2) Alice draws two joint samples $X$ and $X'$.
3) Alice draws a random value $R$ (uniformly from the space of
possible values of $X_u$
4) Alice picks a random set of neighbors of $X_u$, call them $X_I$.
5) Alice tells Bob the values of $X_I$
6) Bob get's to wager on if $X_u=R$ or $X'_u=R$. Bob wins his
wager if $X_u=R$ an loses his wager if $X'_u=R$ and nothing
happens if both or neither are true.
Here I first felt like I *must* be missing something, since
this is just establishing that $X_u$ has mutual information
with it's neighbors. (There is no reference to the "separator"
set S in the main result.) However, it later appears that this
is just a warmup (regular mutual information) and can be
extended to the conditional setting.
Actually, couldn't the conditional setting itself be phrased
as a game, something like
1) We pick a node $X_u$ and a set of hypothesized "separators"
$X_S$ to look at.
2) Alice draws two joint samples $X$ and $X'$ Both are
conditioned on the some random value for $X_S$.
3) Alice draws a random value $R$ (uniformly from the space of
possible values of $X_u$
4) Alice picks a random set of nodes (not including $X_u$ or $X_S$, call them $X_I$.
5) Alice tells Bob the values of $X_I$
6) Bob get's to wager on if $X_u=R$ or $X'_u=R$. Bob wins his
wager if $X_u=R$ an loses his wager if $X'_u=R$ and nothing
happens if both or neither are true.
I don't think this adds anything to the final result, but is
an intuition for something closer to the final goal.

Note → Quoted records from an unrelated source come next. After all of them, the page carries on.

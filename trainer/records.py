"""A CSV file -> records, in blocks, in bounded memory (RFC 4180; UTF-8; LF or CRLF; a byte order mark is fine).

Stops at the first mistake after which fields can no longer be told apart, by raising RowsError with one problem. Knows
nothing of plans, and converts nothing.
"""

from __future__ import annotations

import csv
import hashlib
from collections.abc import Iterator
from pathlib import Path
from typing import BinaryIO

from runtime_min.errors import Problem, RowsError
from trainer.cells import Block, Findings

LONGEST_RECORD = 1_000_000
"""Bytes of one record, its line breaks included."""

MOST_COLUMNS = 4096
_BLOCK_RECORDS = 4096
_BLOCK_BYTES = 2_000_000

# What spreadsheets put between the fields where the comma is taken by the numbers.
_NO_COMMAS = ((";", "semicolons"), ("\t", "tabs"))

# What the csv module says of a broken record -> our sentence.
_BROKEN = (
    ("unexpected end of data", "found a quote that is never closed", "close it, or double it inside a quoted field"),
    ("expected after", "found text after a closing quote", 'double the quotes inside a quoted field: "a ""b"" c"'),
    ("field larger than", "found a field that is too long", "look for a quote that is never closed"),
    ("new-line character", "found a carriage return alone", "save the file with LF or CRLF line ends"),
)


class CsvFile:
    """A CSV file as a source of rows; a problem names the line on which its row starts."""

    place = "line"

    def __init__(self, path: Path, stream: BinaryIO) -> None:
        self.where = str(path)
        self._lines = Lines(stream, self.where)
        self._records = records(self._lines)
        _, self.header = next(self._records, (1, []))
        if not self.header:
            raise RowsError(Problem(self.where, "found no header", "give a .csv with a header and rows"))
        if len(self.header) == 1 and (marks := [name for mark, name in _NO_COMMAS if mark in self.header[0]]):
            todo = "save the file with commas between the fields and points in the numbers"
            raise RowsError(Problem(f"{self.where}: line 1", f"found {marks[0]} between the fields", todo))

    def blocks(self, findings: Findings) -> Iterator[Block]:
        """The rows that have as many fields as the header; the others become problems."""
        width = len(self.header)
        todo = "give each row one field a column, in quotes where a field holds a comma"
        for block in self._record_blocks():
            whole = [record for record in block if len(record[1]) == width]
            for line, fields in block if len(whole) < len(block) else ():
                if len(fields) != width:
                    count = f"{len(fields)} field{'s' if len(fields) > 1 else ''}"
                    findings.add(line, None, f"found {count} where the header has {width}", todo)
            yield Block([line for line, _ in whole], _Fields(whole))

    def _record_blocks(self) -> Iterator[list[tuple[int, list[str]]]]:
        block: list[tuple[int, list[str]]] = []
        end = self._lines.bytes + _BLOCK_BYTES
        for record in self._records:
            block.append(record)
            if len(block) == _BLOCK_RECORDS or self._lines.bytes >= end:
                yield block
                block, end = [], self._lines.bytes + _BLOCK_BYTES
        if block:
            yield block

    def sha256(self) -> str:
        """Of the file's bytes, all of which were read."""
        return self._lines.sha256


class _Fields:
    def __init__(self, rows: list[tuple[int, list[str]]]) -> None:
        self._rows = rows

    def __call__(self, position: int) -> list[str]:
        return [fields[position] for _, fields in self._rows]


class Lines:
    """The lines of a file as the csv module wants them; `sha256` is of all bytes once the last line is read."""

    def __init__(self, stream: BinaryIO, where: str) -> None:
        self._stream = stream
        self._digest = hashlib.sha256()
        self.where = where
        self.number = 0
        self.bytes = 0
        self.record_bytes = 0

    @property
    def sha256(self) -> str:
        return self._digest.hexdigest()

    def __iter__(self) -> Iterator[str]:
        return self

    def __next__(self) -> str:
        raw = self._stream.readline(LONGEST_RECORD + 1)
        if not raw:
            raise StopIteration
        self.number += 1
        self.bytes += len(raw)
        self.record_bytes += len(raw)
        if self.record_bytes > LONGEST_RECORD:
            found = f"found a row of more than {LONGEST_RECORD} bytes"
            todo = "look for missing line ends, or for a quote that is never closed"
            raise RowsError(Problem(self.here(), found, todo))
        self._digest.update(raw)
        if self.number == 1:
            raw = raw.removeprefix(b"\xef\xbb\xbf")
        try:
            return raw.decode("utf-8")
        except UnicodeDecodeError:
            raise RowsError(Problem(self.here(), "found text that is not UTF-8", "save the file as UTF-8")) from None

    def here(self) -> str:
        return f"{self.where}: line {self.number}"


def records(lines: Lines) -> Iterator[tuple[int, list[str]]]:
    """(line on which the record starts, its fields) for each record; empty lines are no records."""
    reader = csv.reader(lines, strict=True)
    while True:
        lines.record_bytes = 0
        start = lines.number + 1
        try:
            fields = next(reader)
        except StopIteration:
            return
        except csv.Error as error:
            raise RowsError(_broken(f"{lines.where}: line {start}", str(error))) from None
        if len(fields) > MOST_COLUMNS:
            found = f"found {len(fields)} fields, more than {MOST_COLUMNS}"
            raise RowsError(Problem(f"{lines.where}: line {start}", found, "keep the columns that the plan names"))
        if fields:
            yield start, fields


def _broken(where: str, message: str) -> Problem:
    for mark, found, todo in _BROKEN:
        if mark in message:
            return Problem(where, found, todo)
    return Problem(where, f"found a row that is not CSV ({message})", "correct it")
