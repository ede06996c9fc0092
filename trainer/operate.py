"""How the model does on rows that were never fitted, beside a forecast that always says the base rate.

With z the log-odds of the event, s = +1 for a row of the event and -1 for another, and p = logistic(z):

    log loss    mean of log(1 + exp(-s z))
    Brier score mean of (p - y)^2 = logistic(-s z)^2    (Brier 1950, in its form for two classes)
    AUC         (pairs of one event and one other row that z puts in order + ties / 2) / pairs
                (Mann and Whitney 1947; Hanley and McNeil 1982)

Sums are rounded once and pairs are counted in whole numbers, so the order of the rows changes no bit.
"""

from __future__ import annotations

import math

import numpy as np
import numpy.typing as npt
from scipy.special import expit

from runtime_min.model import HeldOut

Floats = npt.NDArray[np.float64]


def held_out_results(log_odds: Floats, labels: npt.NDArray[np.integer], base_rate: float) -> HeldOut:
    """Results from the log-odds (n,) and the classes (n,), 0 or 1, of n >= 1 held-out rows.

    base_rate: the weighted share of events among the *fitted* rows, above 0 and below 1.
    """
    rows = len(labels)
    events = int(np.count_nonzero(labels == 1))
    against = np.where(labels == 1, -log_odds, log_odds)
    return HeldOut(
        rows=rows,
        events=events,
        log_loss=math.fsum(np.logaddexp(0.0, against)) / rows,
        brier=math.fsum(expit(against) ** 2) / rows,
        auc=area_under_roc(log_odds, labels),
        base_rate=base_rate,
        base_log_loss=-(events * math.log(base_rate) + (rows - events) * math.log1p(-base_rate)) / rows,
        base_brier=(events * (1.0 - base_rate) ** 2 + (rows - events) * base_rate**2) / rows,
    )


def area_under_roc(log_odds: Floats, labels: npt.NDArray[np.integer]) -> float | None:
    """The share of pairs in order, ties half; None where all rows are of one class."""
    others = np.sort(log_odds[labels == 0])
    events = log_odds[labels == 1]
    if not len(others) or not len(events):
        return None
    below = int(np.searchsorted(others, events, "left").sum())
    not_above = int(np.searchsorted(others, events, "right").sum())
    return (below + not_above) / (2 * len(others) * len(events))
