"""The plan's [prior]: how strong it is for all weights, for the intercept, and for single terms."""

from __future__ import annotations

from collections.abc import Iterable
from decimal import Decimal
from fractions import Fraction

from runtime_min.errors import Problem
from trainer.plan_checks import Section, decimal_text, listed, shown
from trainer.plan_classes import InputPlan, PriorPlan, TermPrior

LEAST_SD = Fraction(1, 10_000)
"""Weights are kept in steps of 2^-30; a narrower prior would be lost in them."""

_NEED_SD = "write a number above 0, or inf for a flat prior"


def read_prior(section: Section) -> PriorPlan:
    section.refuse_other_keys(("sd", "intercept_sd", "term"))
    chosen = section.table.get("sd", "cross-validation")
    if chosen == "evidence":
        todo = 'write "cross-validation", a number above 0, or inf for a flat prior'
        section.report("sd", 'found "evidence", which is not there yet', todo)
    by_rows = chosen in ("cross-validation", "evidence")
    return PriorPlan(
        method="cross-validation" if by_rows else "fixed",
        sd=None if by_rows else _sd(section, "sd", f'write "cross-validation", {_NEED_SD.removeprefix("write ")}'),
        intercept_sd=_sd(section, "intercept_sd", _NEED_SD) if "intercept_sd" in section.table else None,
        terms=_terms(section.section("term")),
    )


def term_problems(where: str, prior: PriorPlan, inputs: Iterable[InputPlan]) -> list[Problem]:
    """What is wrong with the names under [prior.term]; `inputs` with their levels."""
    known: list[str] = []
    whole: dict[str, str] = {}
    for entry in inputs:
        names = [f"{entry.name}={level}" for level in entry.levels]
        known += names[1:] or [entry.name]
        if names:
            whole[entry.name] = f"name one of its levels, {listed(names[1:])}"
            whole[names[0]] = f"remove it: {shown(entry.levels[0])} is the reference level and has no weight"
    known_names = set(known)
    return [
        Problem(
            f"{where}: [prior.term]: {shown(term.name)}",
            "found no term of this name" if term.name not in whole else "found no weight of its own",
            whole.get(term.name, f"name one of the terms, {listed(known)}"),
        )
        for term in prior.terms
        if term.name not in known_names
    ]


def _sd(section: Section, key: str, todo: str) -> Fraction | None:
    value = section.table[key]
    if isinstance(value, Decimal) and value == Decimal("inf"):
        return None
    sd = section.number(key, Fraction(1), todo)
    if not sd > 0:
        section.report(key, f"found {decimal_text(sd)}", todo)
    elif sd < LEAST_SD and section.table.get("per") != "unit":
        found = f"found {decimal_text(sd)}, too narrow for weights kept in steps of 2^-30"
        section.report(key, found, f"write {decimal_text(LEAST_SD)} or more")
    return sd


def _terms(section: Section) -> tuple[TermPrior, ...]:
    terms = []
    for name in section.table:
        term = section.section(name, mark=shown(name))
        term.refuse_other_keys(
            ("mean", "sd", "per"),
            {"sign": ("signs of weights are", "remove the key: mean and sd can keep a weight on one side")},
        )
        per = term.choice("per", "spread", ("spread", "unit"))
        own = "sd" in term.table
        if per == "unit" and not own:
            found = 'found nothing beside per = "unit"'
            term.report("sd", found, "write the sd of the weight per unit: that of [prior] is per spread")
        terms.append(
            TermPrior(
                name=name,
                mean=term.number("mean", Fraction(0)),
                method="fixed" if own else "shared",
                sd=_sd(term, "sd", _NEED_SD) if own else None,
                per=per,
            )
        )
    return tuple(terms)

After all this, the paper discusses an algorithm for greedily
learning an MRF graph (in sort of the obvious way, by
exploiting the above result) There is some analysis of how
often you might go wrong estimating mutual information from
samples, which I appreciate.
Overall, as far as I can see, the result appears to be
true. However, I'm not sure that the purely theoretical result
is sufficiently interesting (at NIPS) to be published with no
experiments. As I mentioned above, Chow-Liu has the major
advantage of finding the maximum likelihood solution, which the current method
does not appear to have. (It would violate hardness results
due to Srebro.) Further, note that the bound given in Theorem
5.1, despite the high order, is only for correctly recovering
the structure of a single node, so there would need to be
another lever of applying the union bound to this result with
lower delta to get a correct full model.
EDIT AFTER REBUTTAL:
Thanks for the rebuttal. I see now that I should understand $r$ not as the maximum clique size, but rather as the maximum order of interactions. (E.g. if one has a fully-connected Ising model, you would have r=2 but the maximum clique size would be n). This answers the question I had about this being a generalization of Bressler's result. (That is, this paper's is a strict generalization.) This does slightly improve my estimation of this paper, though I thought this was a relatively small concern in any case. My more serious concerns are that a pure theoretical result is appropriate for NIPS.